Back to the original question I am not aware that a spare has ever been a legal requirement in any country.

Andy


----------



## Jamsieboy (Jan 14, 2011)

Personally I would not dream of driving a Motorhome anywhere without a spare wheel and tyre.
From time to time it is very difficult to get replacement tyres (limited stock etc) so to chance a blowout and then hope a splurge of gue will get you back moving is madness IMHO. My previous (new) van did not come with a spare wheel - I ordered a spare wheel and tyre for the van before I picked it up from the dealership.


----------



## cronkle (May 1, 2005)

and how could I forget this:

http://forums.motorhomefacts.com/187-members-motorhoming-guides/55677-legal-requirements-abroad.html

I've had a quick Google around and there is a suggestion that the spare wheel rules in Spain have been relaxed to the point of not being enforced any more. A whole load of reasons given (guessed at I suspect) including the development of the foam injector and run-flat wheels.

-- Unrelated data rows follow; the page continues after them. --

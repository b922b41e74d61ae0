/**
 * validateModel at its edges: every error of a model with several faults, in order; the tolerances of member
 * length and load position on either side; the properties checked only when present; the shortcuts that skip
 * work for a valid model. The tolerances are the engine's own choices (common practice), not a standard's.
 */
import { describe, expect, it } from "vitest";
import { validateModel } from "@/lib/engine/validate";
import { A, E, I } from "./helpers";

type Model = {
  nodes: { id: string; x: number; y: number; support?: Record<string, unknown> }[];
  members: Record<string, unknown>[];
  loadCases: { id: string; loads: Record<string, unknown>[] }[];
  combinations?: Record<string, unknown>[];
  envelopes?: Record<string, unknown>[];
};

/** A valid two-node beam from (x0, 0) to (x0 + L, 0): fixed at A, on a roller at B. */
function beam(L = 4, x0 = 0): Model {
  return {
    nodes: [
      { id: "A", x: x0, y: 0, support: { ux: "fixed", uy: "fixed", rz: "fixed" } },
      { id: "B", x: x0 + L, y: 0, support: { uy: "fixed" } },
    ],
    members: [{ id: "AB", start: "A", end: "B", E, A, I }],
    loadCases: [{ id: "D", loads: [] }],
  };
}

function errorsOf(model: unknown) {
  const out = validateModel(model);
  if (out.ok) throw new Error("expected validateModel to refuse the model");
  return out.errors;
}

function accepts(model: unknown): void {
  const out = validateModel(model);
  if (!out.ok) throw new Error(JSON.stringify(out.errors));
}

const point = (position: number, member = "AB") => ({ kind: "point", member, direction: "global-y", position, value: -1 });

describe("non-finite numbers", () => {
  it("are each named by their path, in the order of the input, nested arrays and objects included", () => {
    const model = beam();
    model.nodes[1].y = -Infinity;
    model.loadCases[0].loads.push({ kind: "nodal", node: "B", fx: 1, fy: NaN }, point(NaN));
    model.nodes[0].support = { ux: "fixed", uy: { kind: "spring", stiffness: Infinity } };
    expect(errorsOf(model)).toEqual([
      {
        kind: "non-finite",
        path: "nodes[0].support.uy.stiffness",
        message: "nodes[0].support.uy.stiffness is Infinity; every number must be finite",
      },
      { kind: "non-finite", path: "nodes[1].y", message: "nodes[1].y is -Infinity; every number must be finite" },
      {
        kind: "non-finite",
        path: "loadCases[0].loads[0].fy",
        message: "loadCases[0].loads[0].fy is NaN; every number must be finite",
      },
      {
        kind: "non-finite",
        path: "loadCases[0].loads[1].position",
        message: "loadCases[0].loads[1].position is NaN; every number must be finite",
      },
    ]);
  });

  it("are found in arrays of numbers too, and only non-finite numbers are reported, not the other shape errors", () => {
    // A number inside an array the schema does not expect: the schema refuses it, the walk names the NaN.
    const model = { ...beam(), envelopes: [{ id: "E", of: ["D", NaN, null, "D"] }] };
    expect(errorsOf(model)).toEqual([
      { kind: "non-finite", path: "envelopes[0].of[1]", message: "envelopes[0].of[1] is NaN; every number must be finite" },
    ]);
  });

  it("a shape error without a path is given as the schema says it", () => {
    expect(errorsOf(7)).toEqual([
      { kind: "invalid-model", path: "", message: "Invalid input: expected object, received number" },
    ]);
  });

  it("several unknown keys are listed together, with the keys that are valid there", () => {
    const model = beam();
    model.members[0].Ix = 1;
    model.members[0].area = 2;
    expect(errorsOf(model)).toEqual([
      {
        kind: "invalid-model",
        path: "members[0]",
        message:
          'members[0]: unknown keys "Ix", "area"; the valid keys here are id, start, end, kind, E, A, I, cTop, cBottom, density, releases',
      },
    ]);
  });
});

describe("duplicate ids", () => {
  it("are reported for every kind of entity, once per repeat, and a combination may not share a load case's id", () => {
    const model = beam();
    model.nodes.push({ id: "B", x: 9, y: 0 });
    model.members.push({ id: "AB", start: "A", end: "B", E, A, I }, { id: "AB", start: "B", end: "A", E, A, I });
    model.loadCases.push({ id: "D", loads: [] });
    model.combinations = [
      { id: "C", factors: { D: 1 } },
      { id: "C", factors: { D: 2 } },
    ];
    model.envelopes = [
      { id: "E", of: ["C"] },
      { id: "E", of: ["D"] },
    ];
    expect(errorsOf(model).map((e) => e.message)).toEqual([
      'Two nodes share the id "B"',
      'Two members share the id "AB"',
      'Two members share the id "AB"',
      'Two load-cases share the id "D"',
      'Two combinations share the id "C"',
      'Two envelopes share the id "E"',
    ]);
    expect(errorsOf(model).map((e) => [e.kind, "entity" in e ? e.entity : ""])).toEqual([
      ["duplicate-id", "node"],
      ["duplicate-id", "member"],
      ["duplicate-id", "member"],
      ["duplicate-id", "load-case"],
      ["duplicate-id", "combination"],
      ["duplicate-id", "envelope"],
    ]);
  });

  it("distinct ids in every list pass, however many", () => {
    const model = beam();
    model.loadCases.push({ id: "W", loads: [] });
    model.combinations = [
      { id: "C1", factors: { D: 1 } },
      { id: "C2", factors: { W: 1 } },
    ];
    model.envelopes = [
      { id: "E1", of: ["C1", "C2"] },
      { id: "E2", of: ["D", "W", "C1"] },
    ];
    accepts(model);
  });
});

describe("members", () => {
  it("a member on two nodes that do not exist names both ends; lengths and properties are still checked", () => {
    const model = beam();
    model.members.push({ id: "XY", start: "X", end: "Y", E, A, I: -2 });
    expect(errorsOf(model)).toEqual([
      {
        kind: "unknown-node",
        path: "members[1].start",
        node: "X",
        message: 'Member XY refers to node "X", which does not exist',
      },
      { kind: "unknown-node", path: "members[1].end", node: "Y", message: 'Member XY refers to node "Y", which does not exist' },
      {
        kind: "non-positive-property",
        path: "members[1].I",
        property: "I",
        value: -2,
        message: "members[1].I is -2; I must be greater than zero",
      },
    ]);
  });

  it("a member with only its start unknown names only the start", () => {
    const model = beam();
    model.members[0].start = "X";
    expect(errorsOf(model).map((e) => ("path" in e ? e.path : ""))).toEqual(["members[0].start"]);
  });

  it("each optional property is checked when present, even when E and A are fine; zero is refused", () => {
    for (const property of ["I", "cTop", "cBottom", "density"]) {
      for (const value of [0, -0.5]) {
        // A truss member without I, so that only the property under test asks for the check.
        const model = beam();
        if (property !== "I") model.members[0] = { id: "AB", start: "A", end: "B", kind: "truss", E, A };
        model.members[0][property] = value;
        expect(errorsOf(model)).toEqual([
          {
            kind: "non-positive-property",
            path: `members[0].${property}`,
            property,
            value,
            message: `members[0].${property} is ${value}; ${property} must be greater than zero`,
          },
        ]);
      }
    }
    const model = beam();
    Object.assign(model.members[0], { cTop: 0.1, cBottom: 0.2, density: 7850 });
    accepts(model);
  });

  it("E and A are each checked, and a truss member needs no I", () => {
    const model = beam();
    model.members[0] = { id: "AB", start: "A", end: "B", kind: "truss", E, A: 0 };
    expect(errorsOf(model).map((e) => e.message)).toEqual(["members[0].A is 0; A must be greater than zero"]);
    model.members[0] = { id: "AB", start: "A", end: "B", kind: "truss", E: -E, A };
    expect(errorsOf(model).map((e) => e.message)).toEqual([`members[0].E is ${-E}; E must be greater than zero`]);
    model.members[0] = { id: "AB", start: "A", end: "B", kind: "truss", E: 0, A };
    expect(errorsOf(model).map((e) => e.message)).toEqual(["members[0].E is 0; E must be greater than zero"]);
  });

  it("zero length is judged against the size of the model: 1e-12 of the largest coordinate, negative ones included", () => {
    // Far from the origin, 1e-7 m is below 1e-12 × 1e6 m = 1e-6 m: the nodes coincide.
    for (const x0 of [1e6, -1e6 - 1e-7]) {
      expect(errorsOf(beam(1e-7, x0))).toEqual([
        { kind: "zero-length-member", member: "AB", message: "Member AB has zero length: nodes A and B coincide" },
      ]);
    }
    const farAbove = beam(1e-7, 0);
    farAbove.nodes.push({ id: "F", x: 0, y: -1e6 });
    expect(errorsOf(farAbove).map((e) => e.kind)).toEqual(["zero-length-member"]);
    // Near the origin the same 1e-7 m is a member; 2e-6 m at 1e6 m is one too.
    accepts(beam(1e-7, 0));
    accepts(beam(2e-6, 1e6));
    // A model whose every coordinate is zero has scale 1 m, not 0: its zero-length member is refused.
    expect(errorsOf(beam(0, 0)).map((e) => e.kind)).toEqual(["zero-length-member"]);
  });

  it("loads on a zero-length member are not checked against its (undefined) length", () => {
    const model = beam(0, 0);
    model.loadCases[0].loads.push(
      { kind: "distributed", member: "AB", direction: "global-y", wStart: -1, from: 3, to: 1 },
      point(5),
    );
    expect(errorsOf(model).map((e) => e.kind)).toEqual(["zero-length-member"]);
  });
});

describe("load positions", () => {
  // L = 4 m; a load may lie up to 1e-9·L beyond either end, for templates that compute L with rounding.
  const L = 4;

  it("a point load up to 1e-9·L beyond an end is on the member; beyond that it is outside, at either end", () => {
    for (const x of [-1e-9 * L, -0.9e-9 * L, 0, L, L * (1 + 0.9e-9), L * (1 + 1e-9)]) {
      const model = beam(L);
      model.loadCases[0].loads.push(point(x), { kind: "couple", member: "AB", position: x, value: 1 });
      accepts(model);
    }
    for (const x of [-1.1e-9 * L, L * (1 + 1.1e-9)]) {
      const model = beam(L);
      model.loadCases[0].loads.push({ kind: "couple", member: "AB", position: x, value: 1 });
      expect(errorsOf(model)).toEqual([
        {
          kind: "load-outside-member",
          path: "loadCases[0].loads[0].position",
          member: "AB",
          message: `loadCases[0].loads[0].position = ${x} m lies outside member AB (length 4 m)`,
        },
      ]);
    }
  });

  it("a partial load names whichever end lies outside, and both when both do", () => {
    const partial = (from?: number, to?: number) => {
      const model = beam(L);
      model.loadCases[0].loads.push({ kind: "distributed", member: "AB", direction: "local-y", wStart: -1, from, to });
      return model;
    };
    expect(errorsOf(partial(-1)).map((e) => e.message)).toEqual([
      "loadCases[0].loads[0].from = -1 m lies outside member AB (length 4 m)",
    ]);
    expect(errorsOf(partial(undefined, 5)).map((e) => e.message)).toEqual([
      "loadCases[0].loads[0].to = 5 m lies outside member AB (length 4 m)",
    ]);
    expect(errorsOf(partial(-1, 5)).map((e) => e.message)).toEqual([
      "loadCases[0].loads[0].from = -1 m lies outside member AB (length 4 m)",
      "loadCases[0].loads[0].to = 5 m lies outside member AB (length 4 m)",
    ]);
    // "from" alone runs to L, "to" alone from 0: each must leave a length between them.
    expect(errorsOf(partial(L)).map((e) => e.message)).toEqual(['loadCases[0].loads[0]: "from" must be less than "to"']);
    expect(errorsOf(partial(undefined, 0)).map((e) => e.message)).toEqual([
      'loadCases[0].loads[0]: "from" must be less than "to"',
    ]);
    expect(errorsOf(partial(2, 2)).map((e) => e.message)).toEqual(['loadCases[0].loads[0]: "from" must be less than "to"']);
    accepts(partial(1));
    accepts(partial(undefined, 1));
    accepts(partial(1, 3));
  });

  it("a projected load is refused in a local direction only; in a global one, with or without a range, it is fine", () => {
    for (const direction of ["global-x", "global-y"]) {
      const model = beam(L);
      model.loadCases[0].loads.push(
        { kind: "distributed", member: "AB", direction, wStart: -1, projected: true },
        { kind: "distributed", member: "AB", direction, wStart: -1, projected: true, from: 1 },
      );
      accepts(model);
    }
    const model = beam(L);
    model.loadCases[0].loads.push({
      kind: "distributed",
      member: "AB",
      direction: "local-x",
      wStart: -1,
      projected: true,
      from: 1,
    });
    expect(errorsOf(model)).toEqual([
      {
        kind: "invalid-load",
        path: "loadCases[0].loads[0].projected",
        message: "loadCases[0].loads[0]: projected intensities need a global direction",
      },
    ]);
  });

  it("loads are numbered within their case; self-weight is never checked against a member", () => {
    const model = beam(L);
    model.loadCases.push({
      id: "W",
      loads: [{ kind: "self-weight" }, { kind: "nodal", node: "B", fx: 1 }, point(9), { kind: "nodal", node: "Z", fy: 1 }],
    });
    expect(errorsOf(model).map((e) => ("path" in e ? e.path : ""))).toEqual([
      "loadCases[1].loads[2].position",
      "loadCases[1].loads[3].node",
    ]);
  });
});

describe("references to load cases and results", () => {
  it("a spring must be stiff, in any direction; a settlement in an existing case, or in every case, is fine", () => {
    const model = beam();
    model.nodes[1].support = {
      ux: { kind: "spring", stiffness: 1e6 },
      uy: { kind: "prescribed", value: -0.01, loadCase: "D" },
      rz: { kind: "spring", stiffness: 0 },
    };
    expect(errorsOf(model)).toEqual([
      {
        kind: "non-positive-property",
        path: "nodes[1].support.rz.stiffness",
        property: "stiffness",
        value: 0,
        message: "nodes[1].support.rz.stiffness is 0; stiffness must be greater than zero",
      },
    ]);
    model.nodes[1].support = { ux: { kind: "spring", stiffness: 1e6 }, uy: { kind: "prescribed", value: -0.01 } };
    accepts(model);
  });

  it("an envelope may include combinations as well as load cases; each unknown one is named with its place", () => {
    const model = beam();
    model.combinations = [{ id: "C", factors: { D: 1.35 } }];
    model.envelopes = [
      { id: "E1", of: ["D", "C"] },
      { id: "E2", of: ["C", "X", "D", "Y"] },
    ];
    expect(errorsOf(model).map((e) => ("path" in e ? e.path : ""))).toEqual(["envelopes[1].of[1]", "envelopes[1].of[3]"]);
  });
});

describe("a valid model", () => {
  it("comes back with its index maps and the end nodes of each member", () => {
    const model = beam();
    model.nodes.push({ id: "C", x: 4, y: 3 });
    model.members.push({ id: "CB", start: "C", end: "B", kind: "truss", E, A });
    const out = validateModel(model);
    if (!out.ok) throw new Error(JSON.stringify(out.errors));
    expect(Array.from(out.memberEnds)).toEqual([0, 1, 2, 1]);
    expect([out.nodeIndex.get("C"), out.memberIndex.get("CB"), out.memberIndex.get("AB")]).toEqual([2, 1, 0]);
  });
});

A word of caution. Even the big motoring organisations have been known to get it wrong and perpetuate the occasional myth. Try emailing the Spanish and Portugese tourist boards about the spare wheel issue. They are the most likely to be reasonably reliable. I'd be interested to know what they say.


----------



## BrianJP (Sep 17, 2010)

Never heard of that rule about spare wheel in Spain and I have a Spanish reg and insured vehicle out there. Also many manufacturers are supplying vehicles with no spare just inflation kit just as here.
However I personally wouldn't travel that far without a spare and bought a wheel and tyre for my MH years ago .
Other than commonsense rules including spare glasses 2 warning triangles are mandatory.


----------



## Fredd1e1 (Apr 4, 2016)

Thanks everyone - fiat assistance have told me they do not stipulate that a spare tyre has to be carried and the Camping and Caravanning Club have confirmed that is their understanding. I take the point re the practicality of carrying a spare and will pursue that. I have emailed the tourist board and will post the result.


----------



## TheNomad (Aug 12, 2013)

There is NO legal requirement to carry a spare wheel here in Spain. 

There is a legal requirement to carry TWO warning triangles.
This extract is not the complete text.